## Task brief
Look through the listing below and report every line that contains "computeClassicalBounds".

BEGIN Data to use

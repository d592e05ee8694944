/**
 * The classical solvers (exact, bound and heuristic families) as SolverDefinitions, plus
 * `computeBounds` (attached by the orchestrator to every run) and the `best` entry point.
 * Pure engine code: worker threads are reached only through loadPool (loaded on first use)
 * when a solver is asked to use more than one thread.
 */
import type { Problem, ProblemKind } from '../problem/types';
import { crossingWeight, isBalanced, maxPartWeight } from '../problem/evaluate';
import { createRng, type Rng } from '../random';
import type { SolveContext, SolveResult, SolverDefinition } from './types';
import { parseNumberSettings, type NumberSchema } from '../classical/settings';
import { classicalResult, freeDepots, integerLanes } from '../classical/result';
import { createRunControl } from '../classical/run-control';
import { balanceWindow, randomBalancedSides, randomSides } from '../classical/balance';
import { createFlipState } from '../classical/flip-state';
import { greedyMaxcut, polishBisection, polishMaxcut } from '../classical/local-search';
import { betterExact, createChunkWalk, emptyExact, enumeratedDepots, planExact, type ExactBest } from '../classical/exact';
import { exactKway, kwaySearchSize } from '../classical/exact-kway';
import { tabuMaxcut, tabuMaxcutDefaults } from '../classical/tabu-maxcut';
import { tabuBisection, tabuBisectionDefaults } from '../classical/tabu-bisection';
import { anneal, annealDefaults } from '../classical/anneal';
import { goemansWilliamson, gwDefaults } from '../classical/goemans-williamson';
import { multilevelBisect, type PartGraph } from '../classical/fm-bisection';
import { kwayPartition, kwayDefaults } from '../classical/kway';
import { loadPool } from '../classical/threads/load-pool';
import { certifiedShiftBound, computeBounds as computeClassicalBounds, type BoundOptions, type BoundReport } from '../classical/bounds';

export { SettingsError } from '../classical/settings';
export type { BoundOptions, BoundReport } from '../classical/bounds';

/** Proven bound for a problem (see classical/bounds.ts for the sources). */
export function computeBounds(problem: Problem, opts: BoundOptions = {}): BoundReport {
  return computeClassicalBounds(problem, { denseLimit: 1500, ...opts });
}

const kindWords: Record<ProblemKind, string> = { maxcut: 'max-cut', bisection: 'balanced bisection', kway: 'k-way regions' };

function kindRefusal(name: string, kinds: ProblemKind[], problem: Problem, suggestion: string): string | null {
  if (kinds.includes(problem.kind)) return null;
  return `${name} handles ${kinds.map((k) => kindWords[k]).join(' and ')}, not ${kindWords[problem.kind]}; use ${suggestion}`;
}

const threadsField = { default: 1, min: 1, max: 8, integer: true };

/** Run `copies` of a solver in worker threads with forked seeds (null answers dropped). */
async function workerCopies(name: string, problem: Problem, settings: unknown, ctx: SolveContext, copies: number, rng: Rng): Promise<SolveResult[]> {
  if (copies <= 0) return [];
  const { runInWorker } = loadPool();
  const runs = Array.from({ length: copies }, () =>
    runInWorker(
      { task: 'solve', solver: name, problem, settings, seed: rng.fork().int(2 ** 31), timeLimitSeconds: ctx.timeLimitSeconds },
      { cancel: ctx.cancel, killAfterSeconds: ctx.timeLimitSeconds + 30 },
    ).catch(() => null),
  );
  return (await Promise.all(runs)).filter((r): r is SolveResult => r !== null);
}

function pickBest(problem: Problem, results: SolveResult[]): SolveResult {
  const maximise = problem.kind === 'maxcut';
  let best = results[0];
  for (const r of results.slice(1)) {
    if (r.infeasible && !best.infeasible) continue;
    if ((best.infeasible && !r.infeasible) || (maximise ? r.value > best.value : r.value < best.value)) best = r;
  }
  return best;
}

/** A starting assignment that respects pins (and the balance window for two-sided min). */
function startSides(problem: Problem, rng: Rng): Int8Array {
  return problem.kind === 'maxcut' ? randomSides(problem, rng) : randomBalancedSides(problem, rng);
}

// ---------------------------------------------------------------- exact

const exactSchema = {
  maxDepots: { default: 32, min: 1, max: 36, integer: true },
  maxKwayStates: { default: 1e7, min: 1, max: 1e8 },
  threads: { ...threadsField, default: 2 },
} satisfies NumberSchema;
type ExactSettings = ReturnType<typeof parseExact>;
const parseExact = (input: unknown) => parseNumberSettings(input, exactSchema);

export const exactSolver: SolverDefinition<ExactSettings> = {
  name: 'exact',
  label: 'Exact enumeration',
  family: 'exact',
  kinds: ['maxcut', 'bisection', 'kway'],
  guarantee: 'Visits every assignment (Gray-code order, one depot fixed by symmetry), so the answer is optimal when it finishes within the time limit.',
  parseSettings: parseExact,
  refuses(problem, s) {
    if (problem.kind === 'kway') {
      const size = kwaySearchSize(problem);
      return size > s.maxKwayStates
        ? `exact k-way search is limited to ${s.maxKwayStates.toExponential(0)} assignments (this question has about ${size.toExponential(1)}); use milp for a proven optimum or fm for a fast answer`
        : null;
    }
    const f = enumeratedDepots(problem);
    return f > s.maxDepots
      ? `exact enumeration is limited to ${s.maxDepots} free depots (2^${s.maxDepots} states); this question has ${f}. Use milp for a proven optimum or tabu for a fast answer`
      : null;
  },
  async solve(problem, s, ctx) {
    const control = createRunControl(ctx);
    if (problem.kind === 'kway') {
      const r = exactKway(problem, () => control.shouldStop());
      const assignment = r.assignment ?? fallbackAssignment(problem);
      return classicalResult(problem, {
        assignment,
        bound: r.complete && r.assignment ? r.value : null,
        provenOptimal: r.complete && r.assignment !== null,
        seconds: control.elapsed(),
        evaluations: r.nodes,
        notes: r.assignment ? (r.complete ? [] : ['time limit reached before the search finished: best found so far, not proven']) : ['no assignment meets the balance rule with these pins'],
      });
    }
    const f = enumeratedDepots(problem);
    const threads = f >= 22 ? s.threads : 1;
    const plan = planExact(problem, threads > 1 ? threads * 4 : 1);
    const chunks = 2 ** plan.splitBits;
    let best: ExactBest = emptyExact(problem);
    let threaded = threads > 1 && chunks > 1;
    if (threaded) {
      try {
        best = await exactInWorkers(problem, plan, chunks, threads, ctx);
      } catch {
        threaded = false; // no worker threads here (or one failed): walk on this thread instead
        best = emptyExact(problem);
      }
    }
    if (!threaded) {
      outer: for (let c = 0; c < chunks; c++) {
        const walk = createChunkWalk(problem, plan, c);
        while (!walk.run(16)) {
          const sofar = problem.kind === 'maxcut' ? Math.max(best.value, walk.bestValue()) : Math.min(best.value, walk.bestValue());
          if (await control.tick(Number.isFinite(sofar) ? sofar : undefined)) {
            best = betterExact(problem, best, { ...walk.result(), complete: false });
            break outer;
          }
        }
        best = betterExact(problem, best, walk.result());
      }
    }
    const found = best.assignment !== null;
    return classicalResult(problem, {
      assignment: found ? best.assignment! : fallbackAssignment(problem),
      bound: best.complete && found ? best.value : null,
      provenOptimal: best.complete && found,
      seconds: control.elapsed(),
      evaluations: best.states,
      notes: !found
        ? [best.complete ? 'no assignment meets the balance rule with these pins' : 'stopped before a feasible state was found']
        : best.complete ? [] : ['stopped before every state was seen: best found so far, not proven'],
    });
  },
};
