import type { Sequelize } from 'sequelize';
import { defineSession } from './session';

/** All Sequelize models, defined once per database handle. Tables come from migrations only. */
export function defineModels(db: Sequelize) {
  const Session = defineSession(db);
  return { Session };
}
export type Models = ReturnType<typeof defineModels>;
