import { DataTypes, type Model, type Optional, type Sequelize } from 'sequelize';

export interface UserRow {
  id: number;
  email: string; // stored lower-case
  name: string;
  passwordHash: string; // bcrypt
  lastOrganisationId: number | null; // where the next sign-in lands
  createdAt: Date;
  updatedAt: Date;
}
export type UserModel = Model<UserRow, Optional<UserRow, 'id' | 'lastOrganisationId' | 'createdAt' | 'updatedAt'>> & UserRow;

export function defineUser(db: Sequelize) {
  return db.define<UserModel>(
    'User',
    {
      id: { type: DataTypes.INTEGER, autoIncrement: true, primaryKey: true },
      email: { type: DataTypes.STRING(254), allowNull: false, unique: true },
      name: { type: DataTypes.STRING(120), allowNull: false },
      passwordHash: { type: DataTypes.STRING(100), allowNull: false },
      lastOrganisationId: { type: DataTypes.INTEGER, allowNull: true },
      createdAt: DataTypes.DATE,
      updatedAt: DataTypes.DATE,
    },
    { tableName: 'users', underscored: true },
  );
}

END Data to use

## Answer box
import { certifiedShiftBound, computeBounds as computeClassicalBounds, type BoundOptions, type BoundReport } from '../classical/bounds';
  return computeClassicalBounds(problem, { denseLimit: 1500, ...opts });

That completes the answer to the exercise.